### Assigned task:
Reproduce every record below exactly as it appears.

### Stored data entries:

○ ○ ○ ○ ○

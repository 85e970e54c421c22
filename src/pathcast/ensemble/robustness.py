"""The robustness section of a memo (Markdown), made from an ensemble folder whose outputs are one complete set
(:func:`pathcast.ensemble.outputs.verify_outputs`: the figures it links belong to the numbers it shows)."""

from __future__ import annotations

import math
from pathlib import Path

from .summary import EnsembleSummary, summarise_ensemble

__all__ = ["ensemble_robustness_section"]

_DESIGN_NAMES = {
    "latin_hypercube": "Latin hypercube sample",
    "grid": "full grid",
    "one_at_a_time": "one-at-a-time variation around the base",
}


def _fmt(value: float, digits: int = 3) -> str:
    if value is None or not math.isfinite(value):
        return "n/a"
    text = f"{value:,.{digits}g}"
    # below 1000 three significant digits; a value that rounds up to 1000 or more, or is larger, as a whole number
    return f"{value:,.0f}" if "e" in text or abs(value) >= 1000 else text


def ensemble_robustness_section(
    ensemble_dir: str | Path, *, heading_level: int = 2, figure_folder: str | Path | None = None
) -> str:
    """Markdown section on how robust the pathway is across an ensemble (from ``pathcast ensemble``'s folder):
    members solved, percentiles of the headline figures, the probability of staying within the carbon budget, the
    most influential inputs and the fan chart. Figure links point into ``figure_folder`` (default: the ensemble's
    own figures/ folder, as given). ScenarioError when the folder's tables, figures and summary.json are not the one
    set its outputs.json lists for the members stored now (an interrupted write, or members solved since)."""
    from .outputs import verify_outputs

    summary = summarise_ensemble(ensemble_dir)
    verify_outputs(ensemble_dir, summary)
    return render_robustness(
        summary,
        heading_level=heading_level,
        figure_folder=Path(figure_folder) if figure_folder else Path(ensemble_dir) / "figures",
    )


def render_robustness(
    summary: EnsembleSummary, *, heading_level: int = 2, figure_folder: Path | None = None
) -> str:
    d, s = summary.design, summary.stats
    hashes = "#" * heading_level
    money = f"million {summary.currency}" + (f" of {summary.price_year}" if summary.price_year else "")
    lines = [f"{hashes} Robustness across an ensemble", ""]
    described = ", ".join(
        f"`{label}` ({info['as']}, {info['distribution']})" for label, info in d["inputs"].items()
    )
    seed = f", seed {d['seed']}" if d.get("seed") is not None else ""
    lines.append(
        f"Ensemble **{d['name']}**: {s['members']} members ({_DESIGN_NAMES[d['design']]}{seed}) around the "
        f"base scenario `{Path(d['base']).name}`, varying {described}. {s['solved']} solved, "
        f"{s['infeasible']} infeasible, {s['failed_other']} failed otherwise"
        + (f", {s['pending']} not yet run" if s["pending"] else "")
        + "."
    )
    lines.append("")
    p = summary.headline_percentiles.set_index("quantity")
    rows = [
        ("total discounted system cost", "total_discounted_cost_million", money, 1.0),
        ("CO2 emitted in the budget period", "cumulative_in_budget_period_mtco2", "MtCO2", 1.0),
        ("CO2 in the final year", "final_year_emissions_mtco2", "MtCO2/yr", 1.0),
        ("required reduction rate", "required_reduction_rate_per_yr", "%/yr", 100.0),
        (
            "carbon price in the final year",
            "carbon_price_final_year_per_tco2",
            f"{summary.currency}/tCO2",
            1.0,
        ),
    ]
    lines += ["| quantity | unit | 5 % | median | 95 % |", "|---|---|---:|---:|---:|"]
    for name, key, unit, scale in rows:
        if key in p.index and p.loc[key, "members"]:
            lines.append(
                f"| {name} | {unit} | {_fmt(p.loc[key, 'p5'] * scale)} | {_fmt(p.loc[key, 'p50'] * scale)} | "
                f"{_fmt(p.loc[key, 'p95'] * scale)} |"
            )
    lines.append("")
    probability = s.get("probability_within_budget")
    if probability is not None and math.isfinite(probability):
        budget = s.get("reference_budget_mt")
        which = f"the {budget:,.0f} MtCO2 budget" if budget is not None else "the carbon budget"
        lines.append(
            f"Probability of staying within {which}: **{probability:.0%}**, {s['within_budget']} of the "
            f"{s['solved'] + s['infeasible']} members that solved or proved infeasible (a member counts when "
            "its emissions in the budget period stay within the budget while all demand is served)."
        )
        lines.append("")
    if summary.tornado is not None and not summary.tornado.empty:
        cost = summary.tornado[summary.tornado["metric"] == "total_discounted_cost_million"].dropna(
            subset=["swing"]
        )
        ranked = [f"`{r.input}` ({_fmt(r.swing)} {money})" for r in cost.head(3).itertuples()]
        if ranked:
            lines.append(
                "Inputs that move the total cost most (one at a time, low to high): "
                + ", ".join(ranked)
                + "."
            )
            lines.append("")
    elif summary.correlations is not None and not summary.correlations.empty:
        corr = summary.correlations[
            summary.correlations["metric"] == "total_discounted_cost_million"
        ].dropna()
        corr = corr.reindex(corr["spearman_rho"].abs().sort_values(ascending=False).index)
        ranked = [f"`{r.input}` (rho {r.spearman_rho:+.2f})" for r in corr.head(3).itertuples()]
        if ranked:
            lines.append(
                "Inputs most related to the total cost (Spearman rank correlation): "
                + ", ".join(ranked)
                + "."
            )
            lines.append("")
    if figure_folder is not None:
        lines.append(
            f"![Yearly and cumulative CO2 across the ensemble, median and 5-95 % band]"
            f"({(Path(figure_folder) / 'emissions_fan.png').as_posix()})"
        )
        lines.append("")
    lines.append(
        "Members differ only in the inputs listed; each is a least-cost pathway with perfect foresight, so the "
        "spread shows sensitivity to the assumptions, not the odds of outcomes in the world."
    )
    return "\n".join(lines) + "\n"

○ ○ ○ ○ ○

### Solved exercise:
repository 85e970e54c421c22
filename src/pathcast/ensemble/robustness.py
"""The robustness section of a memo (Markdown), made from an ensemble folder whose outputs are one complete set
(:func:`pathcast.ensemble.outputs.verify_outputs`: the figures it links belong to the numbers it shows)."""

from __future__ import annotations

import math
from pathlib import Path

from .summary import EnsembleSummary, summarise_ensemble

__all__ = ["ensemble_robustness_section"]

_DESIGN_NAMES = {
    "latin_hypercube": "Latin hypercube sample",
    "grid": "full grid",
    "one_at_a_time": "one-at-a-time variation around the base",
}


def _fmt(value: float, digits: int = 3) -> str:
    if value is None or not math.isfinite(value):
        return "n/a"
    text = f"{value:,.{digits}g}"
    # below 1000 three significant digits; a value that rounds up to 1000 or more, or is larger, as a whole number
    return f"{value:,.0f}" if "e" in text or abs(value) >= 1000 else text


def ensemble_robustness_section(
    ensemble_dir: str | Path, *, heading_level: int = 2, figure_folder: str | Path | None = None
) -> str:
    """Markdown section on how robust the pathway is across an ensemble (from ``pathcast ensemble``'s folder):
    members solved, percentiles of the headline figures, the probability of staying within the carbon budget, the
    most influential inputs and the fan chart. Figure links point into ``figure_folder`` (default: the ensemble's
    own figures/ folder, as given). ScenarioError when the folder's tables, figures and summary.json are not the one
    set its outputs.json lists for the members stored now (an interrupted write, or members solved since)."""
    from .outputs import verify_outputs

    summary = summarise_ensemble(ensemble_dir)
    verify_outputs(ensemble_dir, summary)
    return render_robustness(
        summary,
        heading_level=heading_level,
        figure_folder=Path(figure_folder) if figure_folder else Path(ensemble_dir) / "figures",
    )


def render_robustness(
    summary: EnsembleSummary, *, heading_level: int = 2, figure_folder: Path | None = None
) -> str:
    d, s = summary.design, summary.stats
    hashes = "#" * heading_level
    money = f"million {summary.currency}" + (f" of {summary.price_year}" if summary.price_year else "")
    lines = [f"{hashes} Robustness across an ensemble", ""]
    described = ", ".join(
        f"`{label}` ({info['as']}, {info['distribution']})" for label, info in d["inputs"].items()
    )
    seed = f", seed {d['seed']}" if d.get("seed") is not None else ""
    lines.append(
        f"Ensemble **{d['name']}**: {s['members']} members ({_DESIGN_NAMES[d['design']]}{seed}) around the "
        f"base scenario `{Path(d['base']).name}`, varying {described}. {s['solved']} solved, "
        f"{s['infeasible']} infeasible, {s['failed_other']} failed otherwise"
        + (f", {s['pending']} not yet run" if s["pending"] else "")
        + "."
    )
    lines.append("")
    p = summary.headline_percentiles.set_index("quantity")
    rows = [
        ("total discounted system cost", "total_discounted_cost_million", money, 1.0),
        ("CO2 emitted in the budget period", "cumulative_in_budget_period_mtco2", "MtCO2", 1.0),
        ("CO2 in the final year", "final_year_emissions_mtco2", "MtCO2/yr", 1.0),
        ("required reduction rate", "required_reduction_rate_per_yr", "%/yr", 100.0),
        (
            "carbon price in the final year",
            "carbon_price_final_year_per_tco2",
            f"{summary.currency}/tCO2",
            1.0,
        ),
    ]
    lines += ["| quantity | unit | 5 % | median | 95 % |", "|---|---|---:|---:|---:|"]
    for name, key, unit, scale in rows:
        if key in p.index and p.loc[key, "members"]:
            lines.append(
                f"| {name} | {unit} | {_fmt(p.loc[key, 'p5'] * scale)} | {_fmt(p.loc[key, 'p50'] * scale)} | "
                f"{_fmt(p.loc[key, 'p95'] * scale)} |"
            )
    lines.append("")
    probability = s.get("probability_within_budget")
    if probability is not None and math.isfinite(probability):
        budget = s.get("reference_budget_mt")
        which = f"the {budget:,.0f} MtCO2 budget" if budget is not None else "the carbon budget"
        lines.append(
            f"Probability of staying within {which}: **{probability:.0%}**, {s['within_budget']} of the "
            f"{s['solved'] + s['infeasible']} members that solved or proved infeasible (a member counts when "
            "its emissions in the budget period stay within the budget while all demand is served)."
        )
        lines.append("")
    if summary.tornado is not None and not summary.tornado.empty:
        cost = summary.tornado[summary.tornado["metric"] == "total_discounted_cost_million"].dropna(
            subset=["swing"]
        )
        ranked = [f"`{r.input}` ({_fmt(r.swing)} {money})" for r in cost.head(3).itertuples()]
        if ranked:
            lines.append(
                "Inputs that move the total cost most (one at a time, low to high): "
                + ", ".join(ranked)
                + "."
            )
            lines.append("")
    elif summary.correlations is not None and not summary.correlations.empty:
        corr = summary.correlations[
            summary.correlations["metric"] == "total_discounted_cost_million"
        ].dropna()
        corr = corr.reindex(corr["spearman_rho"].abs().sort_values(ascending=False).index)
        ranked = [f"`{r.input}` (rho {r.spearman_rho:+.2f})" for r in corr.head(3).itertuples()]
        if ranked:
            lines.append(
                "Inputs most related to the total cost (Spearman rank correlation): "
                + ", ".join(ranked)
                + "."
            )
            lines.append("")
    if figure_folder is not None:
        lines.append(
            f"![Yearly and cumulative CO2 across the ensemble, median and 5-95 % band]"
            f"({(Path(figure_folder) / 'emissions_fan.png').as_posix()})"
        )
        lines.append("")
    lines.append(
        "Members differ only in the inputs listed; each is a least-cost pathway with perfect foresight, so the "
        "spread shows sensitivity to the assumptions, not the odds of outcomes in the world."
    )
    return "\n".join(lines) + "\n"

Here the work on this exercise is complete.